*Information given*
import { randomUUID } from 'node:crypto';
import type { IncomingMessage, ServerResponse } from 'node:http';
import { pino, type Logger } from 'pino';
import { pinoHttp } from 'pino-http';

/**
 * Paths removed from every log line: credentials, PINs, session ids, payment keys and cookies, wherever
 * they appear in a logged object (request bodies are never logged; this is the second line of defence).
 */
export const REDACTED_PATHS = [
  'password',
  'pin',
  'newPassword',
  'currentPassword',
  'secret',
  'token',
  'sessionId',
  'sid',
  'idempotencyKey',
  'paymentKey',
  'apiKey',
  '*.password',
  '*.pin',
  '*.newPassword',
  '*.currentPassword',
  '*.secret',
  '*.token',
  '*.sessionId',
  '*.sid',
  '*.idempotencyKey',
  '*.paymentKey',
  '*.apiKey',
  'req.headers.cookie',
  'req.headers.authorization',
  'res.headers["set-cookie"]',
];

/** Silent under tests unless LOG_LEVEL asks; info otherwise. */
function defaultLevel(): string {
  if (process.env.LOG_LEVEL) return process.env.LOG_LEVEL;
  return process.env.NODE_ENV === 'test' || process.env.VITEST ? 'silent' : 'info';
}

/** One JSON line per event on stdout (or the given stream), secrets redacted. */
export function createLogger(options: { level?: string; stream?: NodeJS.WritableStream } = {}): Logger {
  return pino(
    {
      level: options.level ?? defaultLevel(),
      base: { service: 'seamrun' },
      redact: { paths: REDACTED_PATHS, censor: '[redacted]' },
      timestamp: pino.stdTimeFunctions.isoTime,
    },
    options.stream as pino.DestinationStream | undefined,
  );
}

/** The process-wide logger for start-up, jobs and unexpected errors. */
export const logger: Logger = createLogger();

/** A request id from the proxy when it looks like one, else a new UUID. */
function requestIdOf(req: IncomingMessage): string {
  const incoming = req.headers['x-request-id'];
  if (typeof incoming === 'string' && /^[A-Za-z0-9._:-]{8,100}$/.test(incoming)) return incoming;
  return randomUUID();
}

/** The path as the client sent it (Express rewrites `req.url` inside mounted routers), without the query. */
const pathOf = (req: IncomingMessage) => String((req as { originalUrl?: string }).originalUrl ?? req.url).split('?')[0];

interface SignedInRequest extends IncomingMessage {
  user?: { id?: number; studioId?: number };
}

/**
 * pino-http: one line per request when its answer is sent, with the request id (also returned in the
 * `X-Request-Id` header), method, path, status, time, and the studio and person ids once signed in.
 * Headers and bodies are not logged.
 */
export function requestLogger(log: Logger = logger) {
  return pinoHttp({
    logger: log,
    genReqId: (req: IncomingMessage, res: ServerResponse) => {
      const id = requestIdOf(req);
      res.setHeader('X-Request-Id', id);
      return id;
    },
    serializers: {
      req: (req: { id: string; method: string; url: string; raw?: IncomingMessage }) => ({
        id: req.id,
        method: req.method,
        path: req.raw ? pathOf(req.raw) : String(req.url).split('?')[0],
      }),
      res: (res: { statusCode: number }) => ({ status: res.statusCode }),
    },
    customProps: (req: IncomingMessage) => {
      const user = (req as SignedInRequest).user;
      return user ? { studioId: user.studioId, personId: user.id } : {};
    },
    customLogLevel: (_req, res, err) => (err || res.statusCode >= 500 ? 'error' : res.statusCode >= 400 ? 'warn' : 'info'),
    customSuccessMessage: (req, res) => `${req.method} ${pathOf(req)} ${res.statusCode}`,
    customErrorMessage: (req, res) => `${req.method} ${pathOf(req)} ${res.statusCode}`,
    autoLogging: { ignore: (req) => req.url === '/api/health' },
  });
}
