/**
 * Inputs of the document builders in `exports/xlsx` and `exports/pdf`.
 *
 * Plain data only: the server maps its entities and the cores' results to these shapes. Money is integer
 * minor units of one ISO 4217 currency per document; lengths are millimetres and are shown in the studio's
 * unit system; dates arrive as ISO 8601 strings (builders never read the clock).
 */
import type { Millimetres, MinorUnits } from '@shared/units';
import type { Language } from '@shared/format/studio-format';

/** How lengths are shown: metres/centimetres, or yards/inches. */
export type UnitSystem = 'metric' | 'imperial';

/** What every document carries in its heading. */
export interface DocumentHeading {
  /** The studio's name, printed on every document. */
  studioName: string;
  /** Issue date, ISO 8601 (`2026-03-14` or a full timestamp; only the calendar date in UTC is shown). */
  dateIso: string;
  /** BCP 47 locale for dates and numbers, e.g. `en-GB`. */
  locale: string;
  /** Language of the document's words (default English). */
  language?: Language;
  /** IANA time zone in which dates are shown (default UTC). */
  timeZone?: string;
}

/** Heading of a document that shows money. */
export interface MoneyDocumentHeading extends DocumentHeading {
  /** ISO 4217 code, e.g. `EUR`; its minor-unit digits come from `Intl` (JPY 0, EUR 2). */
  currency: string;
}

/** One size of a batch and how many garments of it are made. */
export interface SizeQuantity {
  size: string;
  quantity: number;
}

// ---------------------------------------------------------------- costing sheet

/** A fabric line: consumption per garment for each size × price per metre (metric) or per yard (imperial). */
export interface CostingFabricLine {
  description: string;
  /** Price per metre when the unit system is metric, per yard when imperial. */
  pricePerLengthMinor: MinorUnits;
  /** Consumption per garment by size label; a size missing here consumes none of this fabric. */
  consumptionMmBySize: Record<string, Millimetres>;
}

/** A trims / notions line (bill of materials): quantity per garment × unit price. */
export interface CostingTrimLine {
  description: string;
  /** Quantity per garment; a number per size label, or one number for every size. */
  quantityPerGarment: number | Record<string, number>;
  /** Unit name shown beside the quantity, e.g. `pcs`, `m`. */
  unit: string;
  unitPriceMinor: MinorUnits;
}

/** Rate of a labour line: an exact decimal cost per minute (major units, e.g. `'0.4006'`) or a rate per hour. */
/** Per minute (a decimal string in major units), per hour (minor units), or a piece rate per garment (minor units; minutes unused). */
export type LabourRate = { perMinute: string } | { perHourMinor: MinorUnits } | { perGarmentMinor: MinorUnits };

/** A labour line: standard minutes (SAM) per garment × cost per minute. */
export interface CostingLabourLine {
  operation: string;
  /** Standard allowed minutes per garment; one number or a number per size label. */
  samMinutes: number | Record<string, number>;
  rate: LabourRate;
}

/**
 * An overhead line: a fixed amount per garment, or a percentage of the running cost above it (so a later
 * percentage applies to earlier overheads too, as in the Texas Education Agency costing key).
 */
export type CostingOverheadLine =
  | { kind: 'per-garment'; description: string; amountMinor: MinorUnits }
  | { kind: 'percent'; description: string; percent: number };

/** Everything the costing sheet needs; the sheet computes the rest with live formulas. */
export interface CostingSheetInput extends MoneyDocumentHeading {
  unitSystem: UnitSystem;
  style: { code: string; name: string };
  batch: { code: string };
  sizes: SizeQuantity[];
  fabrics: CostingFabricLine[];
  trims: CostingTrimLine[];
  labour: CostingLabourLine[];
  overheads: CostingOverheadLine[];
  /** Margin on the wholesale price, percent: wholesale = cost / (1 − margin). 0 sells at cost. */
  marginPercent: number;
  /** Retail = wholesale × multiplier; keystone (2) when omitted. */
  retailMultiplier?: number;
}

// ---------------------------------------------------------------- purchase order

/** Quantity of a purchase-order line: a length (shown in m or yd) or a count of some unit. */
export type PurchaseOrderQuantity =
  { kind: 'length'; lengthMm: Millimetres } | { kind: 'count'; count: number; unit: string };

/** One ordered item; a length line's unit price is per metre (metric) or per yard (imperial). */
export interface PurchaseOrderLine {
  item: string;
  description: string;
  quantity: PurchaseOrderQuantity;
  unitPriceMinor: MinorUnits;
}

/** A fabric and trims purchase order to one supplier. */
export interface PurchaseOrderInput extends MoneyDocumentHeading {
  unitSystem: UnitSystem;
  poNumber: string;
  supplier: { name: string; address?: string; contact?: string };
  /** Requested delivery date, ISO 8601. */
  deliveryDateIso: string;
  lines: PurchaseOrderLine[];
  notes?: string;
}

// ---------------------------------------------------------------- marker list and cut ticket

/** How plies are laid (trade terms). */
export type SpreadingMode =
  'face-up-one-way' | 'face-up-both-ways' | 'face-to-face-one-way' | 'face-to-face-zigzag';

/** Garments of each size in one marker, e.g. `[{ size: 'M', count: 2 }]`. */
export interface SizeRatio {
  size: string;
  count: number;
}

/** One roll's share of a lay, as planned. */
export interface RollPlan {
  rollLabel: string;
  shadeLot: string;
  lengthMm: Millimetres;
  pliesToSpread: number;
  expectedRemnantMm: Millimetres;
}

/** One lay (spread) of a cut order. */
export interface LayPlan {
  layNo: number;
  ratio: SizeRatio[];
  markerLengthMm: Millimetres;
  plies: number;
  spreadingMode: SpreadingMode;
  /** Allowance at each end of every ply. */
  endAllowanceMm: Millimetres;
  rolls: RollPlan[];
}

/** The cutter's marker list for one cut order. */
export interface MarkerListInput extends DocumentHeading {
  unitSystem: UnitSystem;
  style: { code: string; name: string };
  batch: { code: string };
  fabric: { description: string; widthMm: Millimetres };
  lays: LayPlan[];
  /**
   * The same plan organised by roll, lays in cutting order (planning's `rollsInCuttingOrder`); when given,
   * the marker list prints one section per roll instead of one rolls table per lay.
   */
  byRoll?: RollCuttingPlan[];
  /** Cutting-room cautions; `CUTTING_ROOM_CAUTIONS` when omitted. */
  cautions?: string[];
}

/** One roll's lays in cutting order and what is left after each. */
export interface RollCuttingPlan {
  rollLabel: string;
  shadeLot: string;
  startLengthMm: Millimetres;
  uses: { layNo: number; plies: number; lengthMm: Millimetres; remainingAfterMm: Millimetres }[];
  expectedRemnantMm: Millimetres;
  /** Kept as stock (a remnant) rather than end-of-roll waste. */
  isStock: boolean;
}

/** One placed copy in a finished marker, as the engine placed it (x along the fabric length, y across). */
export interface MarkerPlacementPlan {
  pieceKey: string;
  size: string;
  pieceName: string;
  rotation: number;
  mirrored: boolean;
  x: number;
  y: number;
}

/** A finished marker to plot at 1:1. Lengths in mm; outlines turned so the grain runs along x. */
export interface MarkerPlotInput extends DocumentHeading {
  /** Units of the lengths printed and of the check bar; default metric. */
  unitSystem?: UnitSystem;
  style: { code: string; name: string };
  batch: { code: string };
  ratio: SizeRatio[];
  lengthMm: number;
  widthMm: number;
  /** Cutting outline per piece key, piece-local, grain along x. */
  outlines: Record<string, { x: number; y: number }[]>;
  /** Notch positions per piece key, same frame as the outline. */
  notches?: Record<string, { x: number; y: number }[]>;
  placements: MarkerPlacementPlan[];
  /** Where plies may be joined: the new roll starts at `near`, the old roll runs to `far` (mm along the marker). */
  spliceZones?: { near: number; far: number }[];
  /** Longest marker length one page carries (mm); longer markers are plotted in panels. Default 5 000. */
  panelLengthMm?: number;
}

/** A cut ticket: one page per lay; the same data as the marker list. */
export type CutTicketInput = MarkerListInput;

// ---------------------------------------------------------------- bundles

/** One bundle of cut pieces. Plies are numbered 1.. from the bottom of the lay. */
export interface BundleRecord {
  bundleNo: number;
  size: string;
  shadeLot: string;
  plyFrom: number;
  plyTo: number;
  pieces: number;
  layNo: number;
  /** Status by operation name, e.g. `{ 'Join shoulders': 'done' }`; missing means not started. */
  statusByOperation?: Record<string, string>;
}

/** One sewing operation of the style's operation list. */
export interface BundleOperation {
  name: string;
  /** Standard allowed minutes per piece. */
  samMinutes: number;
}

/** The bundle register of one batch. */
export interface BundleRegisterInput extends DocumentHeading {
  style: { code: string; name: string };
  batch: { code: string };
  operations: BundleOperation[];
  bundles: BundleRecord[];
}

/** Bundle tickets: one ticket per bundle with a QR code and one tear-off coupon per operation. */
export interface BundleTicketsInput extends BundleRegisterInput {
  bundles: (BundleRecord & { qrText: string })[];
}

// ---------------------------------------------------------------- piece-rate pay

/** Pieces one person completed on one operation in the period. */
export interface PieceworkEntry {
  person: string;
  operation: string;
  pieces: number;
  /** Pay per piece in minor units. */
  ratePerPieceMinor: MinorUnits;
}

/** Piece-rate pay for one period. */
export interface PaySheetInput extends MoneyDocumentHeading {
  /** Period covered, ISO 8601 dates. */
  periodStartIso: string;
  periodEndIso: string;
  entries: PieceworkEntry[];
  approvedBy?: string;
  /** ISO 8601. */
  approvedAtIso?: string;
}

*Required action*
Retype only the lines above between the line with "export interface MoneyDocumentHeading" and the line with "this fabric. */", counting those two lines as well, and keep every character as it is.

*Result for this task*
export interface MoneyDocumentHeading extends DocumentHeading {
  /** ISO 4217 code, e.g. `EUR`; its minor-unit digits come from `Intl` (JPY 0, EUR 2). */
  currency: string;
}

/** One size of a batch and how many garments of it are made. */
export interface SizeQuantity {
  size: string;
  quantity: number;
}

// ---------------------------------------------------------------- costing sheet

/** A fabric line: consumption per garment for each size × price per metre (metric) or per yard (imperial). */
export interface CostingFabricLine {
  description: string;
  /** Price per metre when the unit system is metric, per yard when imperial. */
  pricePerLengthMinor: MinorUnits;
  /** Consumption per garment by size label; a size missing here consumes none of this fabric. */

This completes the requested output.